• [TASK BRIEF] Nothing should be left out: repeat all the data exactly.

*** Opening of DATA ***

def swap_lines(draw: Callable, lines: list[str]) -> None:
    if lines:
        i, j = _index(draw, lines), _index(draw, lines)
        lines[i], lines[j] = lines[j], lines[i]


def garble_line(draw: Callable, lines: list[str]) -> None:
    if lines:
        i = _index(draw, lines)
        start = _column(draw, lines[i])
        stop = draw(st.integers(start, len(lines[i])))
        junk = draw(st.text(alphabet=SYNTAX_CHARS, max_size=8))
        lines[i] = lines[i][:start] + junk + lines[i][stop:]


def insert_unicode(draw: Callable, lines: list[str]) -> None:
    if lines:
        i = _index(draw, lines)
        at = _column(draw, lines[i])
        lines[i] = lines[i][:at] + draw(st.text(max_size=12)) + lines[i][at:]


def insert_fragment(draw: Callable, lines: list[str]) -> None:
    if lines:
        i = _index(draw, lines)
        at = _column(draw, lines[i])
        lines[i] = lines[i][:at] + draw(st.sampled_from(HOSTILE_FRAGMENTS)) + lines[i][at:]


def insert_line(draw: Callable, lines: list[str]) -> None:
    lines.insert(_index(draw, lines, 1), draw(st.sampled_from(HOSTILE_LINES)))


def truncate_line(draw: Callable, lines: list[str]) -> None:
    if lines:
        i = _index(draw, lines)
        lines[i] = lines[i][: _column(draw, lines[i])]


def continue_line(draw: Callable, lines: list[str]) -> None:
    if lines:
        i = _index(draw, lines)
        lines[i] = "+" + lines[i]


MUTATIONS = (
    delete_line,
    duplicate_line,
    swap_lines,
    garble_line,
    insert_unicode,
    insert_fragment,
    insert_line,
    truncate_line,
    continue_line,
)


@st.composite
def mutated_decks(draw: Callable) -> str:
    lines = DECKS[draw(st.sampled_from(sorted(DECKS)))].splitlines()
    for _ in range(draw(st.integers(1, 6))):
        draw(st.sampled_from(MUTATIONS))(draw, lines)
    return "\n".join(lines) + draw(st.sampled_from(("", "\n", "\r\n")))


@st.composite
def mutated_bytes(draw: Callable) -> bytes:
    data = bytearray(draw(mutated_decks()).encode("utf-8"))
    for _ in range(draw(st.integers(0, 4))):
        at = draw(st.integers(0, len(data)))
        data[at:at] = draw(st.binary(min_size=1, max_size=8))
    return bytes(data)


# Decks assembled from the statement vocabulary, well-formed enough to get past the reader,
# so that the elaborator meets odd but parseable circuits: models of every type, subcircuits
# that wrap one transistor in random series parts, sources with odd waveform arguments.
PRELUDE = (
    ".model MD D (IS=1e-14 BV=100)",
    ".model MQ NPN (BF=100)",
    ".model MP PNP",
    ".model MM NMOS (VTO=2 KP=1)",
    ".model MV VDMOS (pchan VTO=-2)",
    ".model MS SW (VT=1)",
    ".model MW CSW (IT=1m)",
    ".model MR R (R=1)",
    ".param x=1 y={x*2} z='y/x'",
)
NODES = ("a", "b", "c", "0", "gnd", "p", "q", "vcc")
NUMBERS = (
    "0",
    "1",
    "5",
    "-1",
    "1k",
    "2.5",
    "1u",
    "1e400",
    "-1e400",
    "1e-400",
    "{x}",
    "{y*2}",
    "'z/2'",
    "1e308",
    "-1e308",
    "1e-320",
    "1e30",
    "-1e31",
    "1e-31",
    "{1/0}",
    "{sqrt(-1)}",
    "{pi}",
    "{min(1,2)}",
    "{w}",
    "{x>0 ? 1 : 0}",
)
MODELS = ("MD", "MQ", "MP", "MM", "MV", "MS", "MW", "MR", "NOPE")
LETTERS = "rclkdqmjvieifghbswx"


@st.composite
def waveform_field(draw: Callable) -> str:
    kind = draw(st.sampled_from(("PULSE", "PWL", "SIN", "EXP", "SFFM", "DC", "AC")))
    numbers = draw(st.lists(st.sampled_from(NUMBERS), max_size=9))
    if kind in ("DC", "AC"):
        return " ".join([kind, *numbers[:1]])
    options = draw(st.sampled_from(("", " r=0", " r=1u", " td=1n", " r=-1", " x=1")))
    return f"{kind}({' '.join(numbers)}){options}"


NODE_COUNTS = {
    "r": 2,
    "c": 2,
    "l": 2,
    "k": 0,
    "d": 2,
    "q": 3,
    "m": 4,
    "j": 3,
    "v": 2,
    "i": 2,
    "e": 4,
    "g": 4,
    "f": 2,
    "h": 2,
    "b": 2,
    "s": 4,
    "w": 2,
    "x": 2,
}


@st.composite
def element_line(draw: Callable, names: Sequence[str], subckts: dict[str, int]) -> str:
    letter = draw(st.sampled_from(LETTERS + "xxxxxx"))  # instances weighted up
    fields = [letter.upper() + draw(st.sampled_from(names))]
    if letter == "x" and subckts:
        subckt = draw(st.sampled_from(sorted(subckts)))
        count = draw(st.one_of(st.just(subckts[subckt]), st.integers(0, 5)))
        fields += draw(st.lists(st.sampled_from(NODES), min_size=count, max_size=count))
        fields.append(subckt)
        fields += draw(st.lists(st.sampled_from(("w=2", "v={x}", "m=2", "u=1")), max_size=2))
        return " ".join(fields)
    count = draw(st.one_of(st.just(NODE_COUNTS[letter]), st.integers(0, 5)))
    fields += draw(st.lists(st.sampled_from(NODES), min_size=count, max_size=count))
    tail = st.one_of(
        st.sampled_from(NUMBERS),
        st.sampled_from(MODELS),
        waveform_field(),
        st.sampled_from(
            (
                "m=2",
                "m=0",
                "w=1u",
                "l=1u",
                "v={x}",
                "V=V(a)*2",
                "i=1m",
                "poly",
                "value={x}",
                "L1",
                "LA",
                "V1",
                "VA",
                "x=2",
                "params:",
                "(1 2)",
            )
        ),
    )
    fields += draw(st.lists(tail, max_size=4))
    return " ".join(fields)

*** Close of DATA ***

• [ANSWER SECTION]
def swap_lines(draw: Callable, lines: list[str]) -> None:
    if lines:
        i, j = _index(draw, lines), _index(draw, lines)
        lines[i], lines[j] = lines[j], lines[i]


def garble_line(draw: Callable, lines: list[str]) -> None:
    if lines:
        i = _index(draw, lines)
        start = _column(draw, lines[i])
        stop = draw(st.integers(start, len(lines[i])))
        junk = draw(st.text(alphabet=SYNTAX_CHARS, max_size=8))
        lines[i] = lines[i][:start] + junk + lines[i][stop:]


def insert_unicode(draw: Callable, lines: list[str]) -> None:
    if lines:
        i = _index(draw, lines)
        at = _column(draw, lines[i])
        lines[i] = lines[i][:at] + draw(st.text(max_size=12)) + lines[i][at:]


def insert_fragment(draw: Callable, lines: list[str]) -> None:
    if lines:
        i = _index(draw, lines)
        at = _column(draw, lines[i])
        lines[i] = lines[i][:at] + draw(st.sampled_from(HOSTILE_FRAGMENTS)) + lines[i][at:]


def insert_line(draw: Callable, lines: list[str]) -> None:
    lines.insert(_index(draw, lines, 1), draw(st.sampled_from(HOSTILE_LINES)))


def truncate_line(draw: Callable, lines: list[str]) -> None:
    if lines:
        i = _index(draw, lines)
        lines[i] = lines[i][: _column(draw, lines[i])]


def continue_line(draw: Callable, lines: list[str]) -> None:
    if lines:
        i = _index(draw, lines)
        lines[i] = "+" + lines[i]


MUTATIONS = (
    delete_line,
    duplicate_line,
    swap_lines,
    garble_line,
    insert_unicode,
    insert_fragment,
    insert_line,
    truncate_line,
    continue_line,
)


@st.composite
def mutated_decks(draw: Callable) -> str:
    lines = DECKS[draw(st.sampled_from(sorted(DECKS)))].splitlines()
    for _ in range(draw(st.integers(1, 6))):
        draw(st.sampled_from(MUTATIONS))(draw, lines)
    return "\n".join(lines) + draw(st.sampled_from(("", "\n", "\r\n")))


@st.composite
def mutated_bytes(draw: Callable) -> bytes:
    data = bytearray(draw(mutated_decks()).encode("utf-8"))
    for _ in range(draw(st.integers(0, 4))):
        at = draw(st.integers(0, len(data)))
        data[at:at] = draw(st.binary(min_size=1, max_size=8))
    return bytes(data)


# Decks assembled from the statement vocabulary, well-formed enough to get past the reader,
# so that the elaborator meets odd but parseable circuits: models of every type, subcircuits
# that wrap one transistor in random series parts, sources with odd waveform arguments.
PRELUDE = (
    ".model MD D (IS=1e-14 BV=100)",
    ".model MQ NPN (BF=100)",
    ".model MP PNP",
    ".model MM NMOS (VTO=2 KP=1)",
    ".model MV VDMOS (pchan VTO=-2)",
    ".model MS SW (VT=1)",
    ".model MW CSW (IT=1m)",
    ".model MR R (R=1)",
    ".param x=1 y={x*2} z='y/x'",
)
NODES = ("a", "b", "c", "0", "gnd", "p", "q", "vcc")
NUMBERS = (
    "0",
    "1",
    "5",
    "-1",
    "1k",
    "2.5",
    "1u",
    "1e400",
    "-1e400",
    "1e-400",
    "{x}",
    "{y*2}",
    "'z/2'",
    "1e308",
    "-1e308",
    "1e-320",
    "1e30",
    "-1e31",
    "1e-31",
    "{1/0}",
    "{sqrt(-1)}",
    "{pi}",
    "{min(1,2)}",
    "{w}",
    "{x>0 ? 1 : 0}",
)
MODELS = ("MD", "MQ", "MP", "MM", "MV", "MS", "MW", "MR", "NOPE")
LETTERS = "rclkdqmjvieifghbswx"


@st.composite
def waveform_field(draw: Callable) -> str:
    kind = draw(st.sampled_from(("PULSE", "PWL", "SIN", "EXP", "SFFM", "DC", "AC")))
    numbers = draw(st.lists(st.sampled_from(NUMBERS), max_size=9))
    if kind in ("DC", "AC"):
        return " ".join([kind, *numbers[:1]])
    options = draw(st.sampled_from(("", " r=0", " r=1u", " td=1n", " r=-1", " x=1")))
    return f"{kind}({' '.join(numbers)}){options}"


NODE_COUNTS = {
    "r": 2,
    "c": 2,
    "l": 2,
    "k": 0,
    "d": 2,
    "q": 3,
    "m": 4,
    "j": 3,
    "v": 2,
    "i": 2,
    "e": 4,
    "g": 4,
    "f": 2,
    "h": 2,
    "b": 2,
    "s": 4,
    "w": 2,
    "x": 2,
}


@st.composite
def element_line(draw: Callable, names: Sequence[str], subckts: dict[str, int]) -> str:
    letter = draw(st.sampled_from(LETTERS + "xxxxxx"))  # instances weighted up
    fields = [letter.upper() + draw(st.sampled_from(names))]
    if letter == "x" and subckts:
        subckt = draw(st.sampled_from(sorted(subckts)))
        count = draw(st.one_of(st.just(subckts[subckt]), st.integers(0, 5)))
        fields += draw(st.lists(st.sampled_from(NODES), min_size=count, max_size=count))
        fields.append(subckt)
        fields += draw(st.lists(st.sampled_from(("w=2", "v={x}", "m=2", "u=1")), max_size=2))
        return " ".join(fields)
    count = draw(st.one_of(st.just(NODE_COUNTS[letter]), st.integers(0, 5)))
    fields += draw(st.lists(st.sampled_from(NODES), min_size=count, max_size=count))
    tail = st.one_of(
        st.sampled_from(NUMBERS),
        st.sampled_from(MODELS),
        waveform_field(),
        st.sampled_from(
            (
                "m=2",
                "m=0",
                "w=1u",
                "l=1u",
                "v={x}",
                "V=V(a)*2",
                "i=1m",
                "poly",
                "value={x}",
                "L1",
                "LA",
                "V1",
                "VA",
                "x=2",
                "params:",
                "(1 2)",
            )
        ),
    )
    fields += draw(st.lists(tail, max_size=4))
    return " ".join(fields)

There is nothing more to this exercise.